31 days of Vivien Leigh and Laurence OlivierI have a bunch of magazine and newspaper articles left over from my dissertation research, so I’ve decided to do “31 Days of the Oliviers.” Each day I will post a new article or blog post, ending with Vivien Leigh’s birthday on November 5. These articles (most of which have Vivien as the main subject) span the years 1937-1967 and come from both American and British sources. I hope you enjoy reading them as much as I do!


{Day 2} In 1937, Picturegoer and Film Weekly declared Vivien Leigh the most “important recruit British films have ever had,” and insisted that it was the job of the British film studios to develop her on her home turf so as not to lose her to their Hollywood rivals. As I argued in my dissertation, although the “industry” may have wanted to make her a star in Britain, neither she nor Alexander Korda put much effort into making that happen. Her desire to differentiate herself as an “actress” versus simply being a “film star,” along with her being cast in “non-British” roles prevented her from ever reaching the height of stardom during the 1930s. She resisted conforming to the middlebrow values that made people like Gracie Fields, Jessie Matthews and George Formby so popular.

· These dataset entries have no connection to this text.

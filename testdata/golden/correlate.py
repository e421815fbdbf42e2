#!/usr/bin/python3
"""Golden fast-correlation vectors from scipy.signal.correlate.

Run from this folder: /usr/bin/python3 correlate.py  -> correlate.json

For x of length n and ref h of length m, scipy's full correlation
z = correlate(x, h, mode="full") satisfies z[j + m - 1] = sum_k x[j+k] conj(h[k]),
so package dsp's y[j] (j = 0..n-1) is z[m-1 : m-1+n]; the file stores that slice.
Inputs are complex Gaussian from numpy's PCG64 with a fixed seed.
"""
import json

import numpy
import scipy
from scipy import signal

rng = numpy.random.Generator(numpy.random.PCG64(20240611))
cases = []
for n, m in [(1, 1), (7, 3), (64, 13), (300, 37), (400, 400), (1500, 129)]:
    x = rng.standard_normal(n) + 1j * rng.standard_normal(n)
    h = rng.standard_normal(m) + 1j * rng.standard_normal(m)
    z = signal.correlate(x, h, mode="full", method="direct")
    zf = signal.correlate(x, h, mode="full", method="fft")
    assert numpy.max(numpy.abs(z - zf)) < 1e-9 * numpy.max(numpy.abs(z))
    y = z[m - 1:m - 1 + n]
    cases.append({
        "n": n, "m": m,
        "x_re": x.real.tolist(), "x_im": x.imag.tolist(),
        "h_re": h.real.tolist(), "h_im": h.imag.tolist(),
        "y_re": y.real.tolist(), "y_im": y.imag.tolist(),
    })
out = {"generator": "testdata/golden/correlate.py", "scipy": scipy.__version__,
       "numpy": numpy.__version__, "cases": cases}
with open("correlate.json", "w") as f:
    json.dump(out, f)
    f.write("\n")
print("wrote correlate.json:", len(cases), "cases, scipy", scipy.__version__)
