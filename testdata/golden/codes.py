#!/usr/bin/python3
"""Golden polyphase codes for package dsp (Frank, P1-P4, Zadoff-Chu).

Computes each code's phases from the published formulas, independently of
the Go code, and its aperiodic autocorrelation with scipy.signal.correlate
(direct method); writes codes.json next to this script.

Formulas (chips numbered as in the papers, 1-based unless noted):
  Frank (Frank, IEEE Trans. IT-9, 1963; Levanon & Mozeson 2004 ch. 6):
      phi[n,k] = 2*pi*(n-1)*(k-1)/M, group n, chip k in group, N = M^2
  P1 (Lewis & Kretschmer, IEEE Trans. AES-18(5), 1982):
      phi[j,i] = -(pi/M)*(M-(2j-1))*((j-1)M+(i-1)), group j, chip i
  P2 (same paper, M even):
      phi[j,i] = ((pi/2)(M-1)/M - (pi/M)(i-1))*(M+1-2j)
  P3, P4 (Lewis & Kretschmer, IEEE Trans. AES-17(3), 1981), i = 1..N:
      P3: pi*(i-1)^2/N;  P4: pi*(i-1)^2/N - pi*(i-1)
  Zadoff-Chu (Chu, IEEE Trans. IT-18, 1972), n = 0..N-1, q = 0:
      x_u(n) = exp(-j*pi*u*n*(n+cf)/N), cf = N mod 2

PSL = max_{k != 0} |r_k| with r_0 = N; PSLR = 20 log10(PSL/N);
ISLR = 10 log10(sum_{k != 0} |r_k|^2 / N^2) (two-sided).
Periodic ACF of ZC via numpy FFT (max |r_k|, k != 0, relative to N).

Run: /usr/bin/python3 testdata/golden/codes.py
"""
import json
import os

import numpy as np
import scipy
import scipy.signal


def frank(m):
    return np.array([2 * np.pi * (n - 1) * (k - 1) / m
                     for n in range(1, m + 1) for k in range(1, m + 1)])


def p1(m):
    return np.array([-(np.pi / m) * (m - (2 * j - 1)) * ((j - 1) * m + (i - 1))
                     for j in range(1, m + 1) for i in range(1, m + 1)])


def p2(m):
    assert m % 2 == 0
    return np.array([((np.pi / 2) * (m - 1) / m - (np.pi / m) * (i - 1)) * (m + 1 - 2 * j)
                     for j in range(1, m + 1) for i in range(1, m + 1)])


def p3(n):
    i = np.arange(1, n + 1)
    return np.pi * (i - 1) ** 2 / n


def p4(n):
    i = np.arange(1, n + 1)
    return np.pi * (i - 1) ** 2 / n - np.pi * (i - 1)


def zc(n, u):
    k = np.arange(n)
    cf = n % 2
    return -np.pi * u * k * (k + cf) / n


def metrics(ph):
    x = np.exp(1j * ph)
    n = len(x)
    r = scipy.signal.correlate(x, x, mode="full", method="direct")
    mag = np.abs(r)
    side = np.delete(mag, n - 1)
    psl = side.max()
    return {
        "psl": float(psl),
        "pslr_db": float(20 * np.log10(psl / n)),
        "islr_db": float(10 * np.log10(np.sum(side ** 2) / n ** 2)),
        "peak": float(mag[n - 1]),
    }


def periodic_max_sidelobe(ph):
    x = np.exp(1j * ph)
    r = np.fft.ifft(np.abs(np.fft.fft(x)) ** 2)
    return float(np.abs(r[1:]).max() / len(x))


def main():
    cases = []
    for m in (2, 4, 8, 10):
        cases.append(("frank", m * m, 0, frank(m)))
        cases.append(("p1", m * m, 0, p1(m)))
        if m % 2 == 0:
            cases.append(("p2", m * m, 0, p2(m)))
    for n in (16, 20, 64, 100, 1000):
        cases.append(("p3", n, 0, p3(n)))
        cases.append(("p4", n, 0, p4(n)))
    for n, u in ((63, 1), (64, 1), (101, 1), (101, 7), (63, 5), (13, 4)):
        cases.append(("zadoffchu", n, u, zc(n, u)))

    out = []
    for kind, n, root, ph in cases:
        assert len(ph) == n
        rec = {"kind": kind, "n": n, "root": root, "phases": [float(v) for v in ph]}
        rec.update(metrics(ph))
        if kind == "zadoffchu":
            rec["periodic_max_sidelobe"] = periodic_max_sidelobe(ph)
        out.append(rec)

    doc = {
        "generator": "testdata/golden/codes.py",
        "numpy": np.__version__,
        "scipy": scipy.__version__,
        "conventions": "phases in rad per chip; ACF by scipy.signal.correlate "
                       "(direct); PSLR 20log10(max|r_k|/N), ISLR two-sided",
        "codes": out,
    }
    path = os.path.join(os.path.dirname(os.path.abspath(__file__)), "codes.json")
    with open(path, "w") as f:
        json.dump(doc, f, indent=1)
        f.write("\n")
    for r in out:
        print(f'{r["kind"]:10s} N={r["n"]:5d} u={r["root"]:3d} PSLR {r["pslr_db"]:8.3f} dB  ISLR {r["islr_db"]:8.3f} dB')


if __name__ == "__main__":
    main()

I’m Never Satisfied” says Vivien Leigh

by John K. Newham
Film Weekly, December 10, 1938

It has taken Vivien Leigh nearly four years to reconcile herself to a screen career.

At one time she didn’t attempt to conceal the fact that she wasn’t in the least satisfied with herself as a film actress or with her pictures. Today, after A Yank at Oxford and St. Martin’s Lane, and with The Thief of Bagdad in the offing, she is very much happier about herself and the screen. It was with a sigh of relief that I heard her say this.

Almost a couple of years ago, when writing about her in Film Weekly, I said: “She is, I should say, the most important recruit British films have ever had. If only she can be kept from taking herself too seriously. Her career is at a critical stage.”

But I was scared stiff at the time that, owing to her passionate interest in the stage and dissatisfaction with herself on the screen, we should be losing her.

Increased Popularity
Fortunately, my fears haven’t been realized. She had progressed a lot, because of the quality of parts, not quantity. Her popularity has increased enormously.

Although she was “the other woman” in A Yank at Oxford, the role did her a tremendous lot of good. Her ambitious, Cockney dancer in St. Martin’s Lane has received even more enthusiastic notices. I believe Alexander Korda considers her to be this country’s biggest potential star. Unless I am mistaken, he will be paying a lot of attention to her in the future. She is still keenly interested in the stage and, in fact, is appearing in “A Midsummer Night’s Dream” at the Old Vic.

“But,” she admitted, “I have liked films very much more recently, although I’m never satisfied with myself when I see my pictures.”

Unsympathetic Parts
She smiled. “Probably I shall never be! but I do feel that I am getting some better opportunities. Quite a number of people were surprised when I appeared as a vamp in A Yank at Oxford and took an unsympathetic part in St. Martin’s Lane. But in both cases I felt that the roles were interesting and out of the rut. Since the films have been shown, the letters I have received have proved that I was right. Most of the letters say how glad the writers are that I have not confined myself entirely to pretty heroine characters.”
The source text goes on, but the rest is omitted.